# Assignment
Select every line containing the word "exclusion" from the material, and copy those lines.

# Provided entries
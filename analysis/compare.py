"""What an exclusion changed: two fitted PCA models side by side.

``compare_fits(before, after)`` reports the principal angles between the two
loading subspaces, the explained variance per component before and after,
and the samples that are beyond a T2 or SPE limit in one fit but not in the
other. This is what a reviewer sees before signing off an exclusion.

References
----------
Björck, Å., Golub, G.H. (1973) Numerical methods for computing angles between
linear subspaces. Mathematics of Computation 27(123), 579-594.
Knyazev, A.V., Argentati, M.E. (2002) Principal angles between subspaces in an
A-based scalar product: algorithms and perturbation estimates. SIAM Journal on
Scientific Computing 23(6), 2008-2040 (sine-based formula for small angles).
"""

from __future__ import annotations

import math

import numpy as np

from analysis.errors import InputError
from analysis.preprocessing import as_matrix


def principal_angles(A, B) -> np.ndarray:
    """Principal angles (degrees, ascending) between the column spaces of A (p, a) and B (p, b).

    Björck & Golub (1973): with orthonormal bases Q_A, Q_B the cosines are
    the singular values of Q_A'Q_B. Angles below 45 degrees are taken from
    the sines, the singular values of Q_B - Q_A Q_A'Q_B (Knyazev & Argentati
    2002), which stay accurate for nearly equal subspaces. min(a, b) angles.
    """
    qa = np.linalg.qr(np.asarray(A, dtype=np.float64))[0]
    qb = np.linalg.qr(np.asarray(B, dtype=np.float64))[0]
    if qa.shape[0] != qb.shape[0]:
        raise InputError(f"subspaces live in different spaces ({qa.shape[0]} and {qb.shape[0]} variables)")
    if qa.shape[1] < qb.shape[1]:
        qa, qb = qb, qa
    cosines = np.clip(np.linalg.svd(qa.T @ qb, compute_uv=False), -1.0, 1.0)  # descending
    sines = np.clip(np.linalg.svd(qb - qa @ (qa.T @ qb), compute_uv=False), -1.0, 1.0)[::-1]  # ascending
    angles = np.where(cosines**2 >= 0.5, np.arcsin(sines), np.arccos(cosines))
    return np.degrees(angles)


def _number(value):
    if value is None:
        return None
    value = float(value)
    return value if math.isfinite(value) else None


def _limit(model, **kwargs):
    try:
        return _number(model.t2_limit(**kwargs))
    except InputError:
        return None  # too few samples for this limit


def _limits(model) -> dict:
    return {
        "confidence": float(model.confidence),
        "t2_training": _limit(model),
        "t2_new": _limit(model, new=True),
        "spe": _number(model.spe_limit()),
    }


def _per_component(before: np.ndarray, after: np.ndarray) -> list[dict]:
    rows = []
    for k in range(max(before.size, after.size)):
        b = float(before[k]) if k < before.size else None
        a = float(after[k]) if k < after.size else None
        rows.append(
            {"component": k + 1, "before": b, "after": a, "delta": None if a is None or b is None else a - b}
        )
    return rows


def _statistics(model, X, ids) -> tuple[np.ndarray, np.ndarray, np.ndarray, np.ndarray]:
    """T2, SPE of X under ``model`` and each sample's limits (training limit for its own samples)."""
    limits = _limits(model)
    training = np.isin(np.asarray(ids, dtype=object), np.asarray(model.sample_ids_, dtype=object))
    t2_limits = np.where(training, _or_nan(limits["t2_training"]), _or_nan(limits["t2_new"]))
    spe_limits = np.full(len(ids), _or_nan(limits["spe"]))
    return model.hotelling_t2(X), model.spe(X), t2_limits, spe_limits


def _or_nan(value):
    return math.nan if value is None else value


def _training_statistics(model, ids) -> tuple[np.ndarray, np.ndarray, np.ndarray, np.ndarray]:
    position = {s: i for i, s in enumerate(model.sample_ids_)}
    rows = np.array([position[s] for s in ids], dtype=int)
    limits = _limits(model)
    n = len(ids)
    return (
        np.asarray(model.t2_)[rows],
        np.asarray(model.spe_)[rows],
        np.full(n, _or_nan(limits["t2_training"])),
        np.full(n, _or_nan(limits["spe"])),
    )


def compare_fits(before, after, X=None, sample_ids=None) -> dict:
    """Compare two fitted PCAModels (typically: all samples, and without the excluded ones).

    Parameters
    ----------
    before, after : fitted analysis.pca.PCAModel
    X : DataFrame or ndarray, optional
        Samples to evaluate under both models, e.g. the whole dataset
        including the excluded samples. A DataFrame is matched to each
        model's variables by name (its index gives the sample ids); an
        ndarray must have the columns both models were fitted on.
        Each sample is judged against the training T2 limit of a model that
        was fitted on it and against the new-sample limit otherwise (Tracy,
        Young & Mason 1992). Without X, the training samples the two fits
        share are compared with their training statistics.
    sample_ids : sequence of str, optional
        Ids of the rows of an ndarray X.

    Returns
    -------
    dict (JSON-safe) with keys
        ``principal_angles`` (degrees, ascending, over the variables both
        models use), ``max_angle``, ``variables`` ({common, only_before,
        only_after}), ``explained`` and ``cumulative`` (lists of {component,
        before, after, delta}), ``n_components`` and ``n_samples``
        ({before, after}), ``excluded`` (training samples of before only),
        ``added`` (of after only), ``limits`` ({before, after}: confidence,
        t2_training, t2_new, spe), ``evaluated_on`` ("given data" or
        "training samples in both fits"), ``n_evaluated``, ``exceeding``
        ({before, after}: {t2, spe} counts) and ``crossings``: one dict per
        sample and statistic whose out-of-limit flag differs, with sample,
        statistic, before, before_limit, after, after_limit and change
        ("now beyond the limit" or "no longer beyond the limit").
    """
    for name, model in (("before", before), ("after", after)):
        if not hasattr(model, "loadings_"):
            raise InputError(f"the {name} model has not been fitted")
    after_names = set(after.variable_names_)
    common = [v for v in before.variable_names_ if v in after_names]
    if not common:
        raise InputError("the two fits share no variable; they cannot be compared")
    index_before = [before.variable_names_.index(v) for v in common]
    index_after = [after.variable_names_.index(v) for v in common]
    angles = principal_angles(before.loadings_[index_before], after.loadings_[index_after])

    if X is None:
        if not (hasattr(before, "t2_") and hasattr(after, "t2_")):
            raise InputError("a model read from a file has no training statistics; pass the data X to compare")
        in_after = set(after.sample_ids_)
        ids = [s for s in before.sample_ids_ if s in in_after]
        stats_before = _training_statistics(before, ids)
        stats_after = _training_statistics(after, ids)
        evaluated_on = "training samples in both fits"
    else:
        ids = _sample_ids(X, sample_ids)
        stats_before = _statistics(before, X, ids)
        stats_after = _statistics(after, X, ids)
        evaluated_on = "given data"

    crossings = []
    exceeding = {"before": {}, "after": {}}
    for k, statistic in enumerate(("t2", "spe")):
        values_b, limits_b = stats_before[k], stats_before[k + 2]
        values_a, limits_a = stats_after[k], stats_after[k + 2]
        flags_b = values_b > limits_b  # NaN limit (not available) never flags
        flags_a = values_a > limits_a
        exceeding["before"][statistic] = int(flags_b.sum())
        exceeding["after"][statistic] = int(flags_a.sum())
        for i in np.flatnonzero(flags_b != flags_a):
            crossings.append(
                (int(i), k, {
                    "sample": ids[i],
                    "statistic": statistic,
                    "before": _number(values_b[i]),
                    "before_limit": _number(limits_b[i]),
                    "after": _number(values_a[i]),
                    "after_limit": _number(limits_a[i]),
                    "change": "now beyond the limit" if flags_a[i] else "no longer beyond the limit",
                })
            )
    crossings = [row for _, _, row in sorted(crossings, key=lambda item: item[:2])]

    in_before, in_after = set(before.sample_ids_), set(after.sample_ids_)
    return {
        "principal_angles": [float(a) for a in angles],
        "max_angle": float(angles.max()) if angles.size else 0.0,
        "variables": {
            "common": len(common),
            "only_before": [v for v in before.variable_names_ if v not in after_names],
            "only_after": [v for v in after.variable_names_ if v not in set(before.variable_names_)],
        },
        "explained": _per_component(before.explained_variance_ratio_, after.explained_variance_ratio_),
        "cumulative": _per_component(before.cumulative_explained_, after.cumulative_explained_),
        "n_components": {"before": int(before.n_components_), "after": int(after.n_components_)},
        "n_samples": {"before": int(before.n_samples_), "after": int(after.n_samples_)},
        "excluded": [s for s in before.sample_ids_ if s not in in_after],
        "added": [s for s in after.sample_ids_ if s not in in_before],
        "limits": {"before": _limits(before), "after": _limits(after)},
        "evaluated_on": evaluated_on,
        "n_evaluated": len(ids),
        "exceeding": exceeding,
        "crossings": crossings,
    }


def _sample_ids(X, sample_ids) -> list[str]:
    if sample_ids is not None:
        ids = [str(s) for s in sample_ids]
        if len(ids) != len(X):
            raise InputError(f"{len(ids)} sample ids given for {len(X)} rows")
        return ids
    if hasattr(X, "index"):
        return [str(s) for s in X.index]
    return as_matrix(X)[1]
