@pytest.mark.parametrize(
    "raw, name, pattern",
    [
        (b"", "e.csv", r"e\.csv: the file is empty"),
        (b"id,a,b\n", "h.csv", r"h\.csv: has a header \(row 1\) but no data rows"),
        (b"\x89PNG\r\n\x1a\n" + bytes(100), "photo.csv", r"photo\.csv: is a PNG image, not a table"),
        (b"id,a\x00,b\n1,2,3\n", "nul.csv", r"nul\.csv: contains binary data \(a NUL byte at byte 4\)"),
        (b"just some words\nand more words\n", "prose.csv", r"prose\.csv: no columns found"),
        (b"id,a,b\nx,1,2\ny,2,3\n", "two.csv", r"two\.csv: only 2 sample\(s\).*at least 3"),
        (b"id,a,t\nx,1,p\ny,2,q\nz,3,r\n", "one.csv", r"one\.csv: only 1 numeric variable \('a'\); at least 2"),
        (b"id,a,a\nx,1,2\n", "dupcol.csv", r"names a column twice: 'a' \(columns B and C\)"),
        (b"id,a,b\nx,1,2\ny,1,2,3,4\nz,1,1\n", "ragged.csv", r"ragged\.csv: row 3 has a value \('3'\) in column D, beyond the 3 columns"),
        (b"id,a,b\n" + b"x,1,2\n" * 300 + b"y,1,2,3,4\n", "late.csv", r"late\.csv: row 302 has 5 fields but the header \(row 1\) has 3"),
        (b"not a zip at all", "fake.xlsx", r"fake\.xlsx: is not a valid XLSX file"),
        (b"PK\x03\x04" + bytes(60), "broken.xlsx", r"broken\.xlsx: is not a valid XLSX file"),
    ],
)
def test_refusals_name_file_and_problem(raw, name, pattern):
    with pytest.raises(IntakeError, match=pattern):
        read_table(raw, name)


def test_size_and_column_limits():
    raw = b"id,a,b\nx,1,2\ny,2,3\nz,4,6\n"
    with pytest.raises(IntakeError, match=rf"over the limit of .*\({len(raw) - 1} bytes\)"):
        read_table(raw, "big.csv", max_bytes=len(raw) - 1)
    with pytest.raises(IntakeError, match=r"row 1 has 3 columns, more than the limit of 2"):
        read_table(raw, "wide.csv", max_columns=2)


def test_duplicate_ids_are_named_with_rows():
    raw = b"Sample ID,a,b\nS1,1,2\nS2,2,3\nS1,4,6\nS3,1,1\nS2,0,0\n"
    with pytest.raises(IntakeError, match=r"duplicate sample ids in column 'Sample ID' \(A\): 'S1' \(rows 2, 4\); 'S2' \(rows 3, 6\)"):
        read_table(raw, "d.csv")


def test_bad_cells_listed_up_to_ten_then_counted_or_read_as_missing():
    rows = [f"s{i},{'x' if i < 12 else i},1.5" for i in range(30)]
    raw = ("id,a,b\n" + "\n".join(rows) + "\ns30,inf,2\n").encode()
    raw = raw.replace(b"s13,13", b"s13,-Infinity")
    with pytest.raises(IntakeError) as err:
        read_table(raw, "typos.csv")
    message = str(err.value)
    assert message.startswith("typos.csv: 14 cell(s) in numeric columns are not numbers")
    assert message.count("row ") == 10 and "and 4 more" in message
    assert "row 2, column 'a' (B): 'x' (not a number)" in message
    table, report = read_table(raw.replace(b"x,", b"12..5,"), "typos.csv", bad_cells="missing")
    assert np.isnan(table.data["a"]).sum() == 14
    assert any("read as missing" in w for w in report.warnings)


def test_warnings_constant_and_mostly_missing():
    raw = b"id,a,b,c\nx,1,5,NA\ny,2,5,NA\nz,4,5,1\nw,3,5,NA\n"
    _, report = read_table(raw, "w.csv")
    assert any("'b' (C) is constant" in w for w in report.warnings)
    assert any("'c' (D) is 75% missing" in w for w in report.warnings)
    _, report = read_table(raw, "w.csv", mostly_missing=0.8)
    assert not any("missing" in w for w in report.warnings)


@pytest.mark.parametrize(
    "options, pattern",
    [
        ({"below_limit": "third"}, "below_limit must be one of half, sqrt2, missing"),
        ({"bad_cells": "drop"}, "bad_cells must be one of error, missing"),
        ({"roles": {"a": "target"}}, "role 'target' for column 'a'"),
        ({"id_column": "nope"}, r"no column named 'nope' in the header \(row 1\)"),
        ({"sheet": "Data"}, "text file without sheets"),
    ],
)
def test_bad_options(options, pattern):
    with pytest.raises(IntakeError, match=pattern):
        read_table(b"id,a,b\nx,1,2\ny,2,3\nz,4,6\n", "o.csv", **options)


# --- more of the corpus ---------------------------------------------------------------------


def _zip(members: dict[str, bytes], compression=None) -> bytes:
    import zipfile

    buf = io.BytesIO()
    with zipfile.ZipFile(buf, "w", compression=compression or zipfile.ZIP_DEFLATED) as zf:
        for name, data in members.items():
            zf.writestr(name, data)
    return buf.getvalue()


def test_zip_bomb_refused_from_ratio_before_parsing():
    # Deflate reaches about 1000:1 on zeros; real sheet XML compresses far less (common practice).
    members = {"[Content_Types].xml": b"<Types/>", "xl/workbook.xml": b"<workbook/>", "xl/worksheets/sheet1.xml": bytes(4 * 1024**2)}
    raw = _zip(members)
    assert len(raw) < 64 * 1024
    with pytest.raises(IntakeError, match=r"bomb\.xlsx: part xl/worksheets/sheet1\.xml is compressed \d+:1, more than the plausible 200:1"):
        read_table(raw, "bomb.xlsx")


def test_zip_with_implausible_total_size_refused():
    # Many parts, each under the ratio check, together unpacking to more than 5x the size limit.
    members = {"[Content_Types].xml": b"<Types/>", "xl/workbook.xml": b"<workbook/>"}
    members.update({f"xl/worksheets/sheet{k}.xml": bytes(900_000) for k in range(8)})
    raw = _zip(members)
    with pytest.raises(IntakeError, match=r"huge\.xlsx: unpacks to \d+ bytes, more than the limit of 5000000 bytes"):
        read_table(raw, "huge.xlsx", max_bytes=1_000_000)


@pytest.mark.parametrize(
    "members, pattern",
    [
        ({"mimetype": b"application/vnd.oasis.opendocument.spreadsheet", "content.xml": b"<x/>"}, "is an OpenDocument file, not an Excel workbook"),
        ({"[Content_Types].xml": b"<Types/>", "word/document.xml": b"<w/>"}, "is a zip archive, not an Excel workbook"),
        ({"[Content_Types].xml": b"<Types/>", "xl/workbook.xml": b"not xml at all"}, "is a damaged XLSX file"),
    ],
)
def test_zip_that_is_not_a_workbook(members, pattern):
    with pytest.raises(IntakeError, match=pattern):
        read_table(_zip(members), "book.xlsx")


@pytest.mark.parametrize(
    "raw, name, pattern",
    [
        (b"\xd0\xcf\x11\xe0\xa1\xb1\x1a\xe1" + bytes(504), "old.xls", "old-style .xls workbook"),
        (b"\xd0\xcf\x11\xe0\xa1\xb1\x1a\xe1" + bytes(504), "locked.xlsx", "not a valid XLSX file.*old-style .xls"),
        (b"%PDF-1.7\n%...", "report.csv", "is a PDF document, not a table"),
        (b"<!DOCTYPE html>\n<html><body>Login</body></html>\n", "page.csv", "looks like a web page"),
        (b"   \r\n\t\n", "blank.csv", "the file is empty"),
        (b"id;a;b\n;mg/L;mg/L\n", "units_only.csv", "no numeric variables found"),
        (b"# only a comment\n# and another\n", "comments.csv", "no table found|no columns found"),
    ],
)
def test_more_refusals(raw, name, pattern):
    with pytest.raises(IntakeError, match=rf"^{re.escape(name)}: .*({pattern})"):
        read_table(raw, name)


def test_random_bytes_named_csv_are_refused_as_binary():
    raw = np.random.default_rng(3).bytes(5000)
    with pytest.raises(IntakeError, match=r"rand\.csv: (contains binary data|does not look like a text table)"):
        read_table(raw, "rand.csv")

# Solution to this problem
"""What an exclusion changed: two fitted PCA models side by side.
other. This is what a reviewer sees before signing off an exclusion.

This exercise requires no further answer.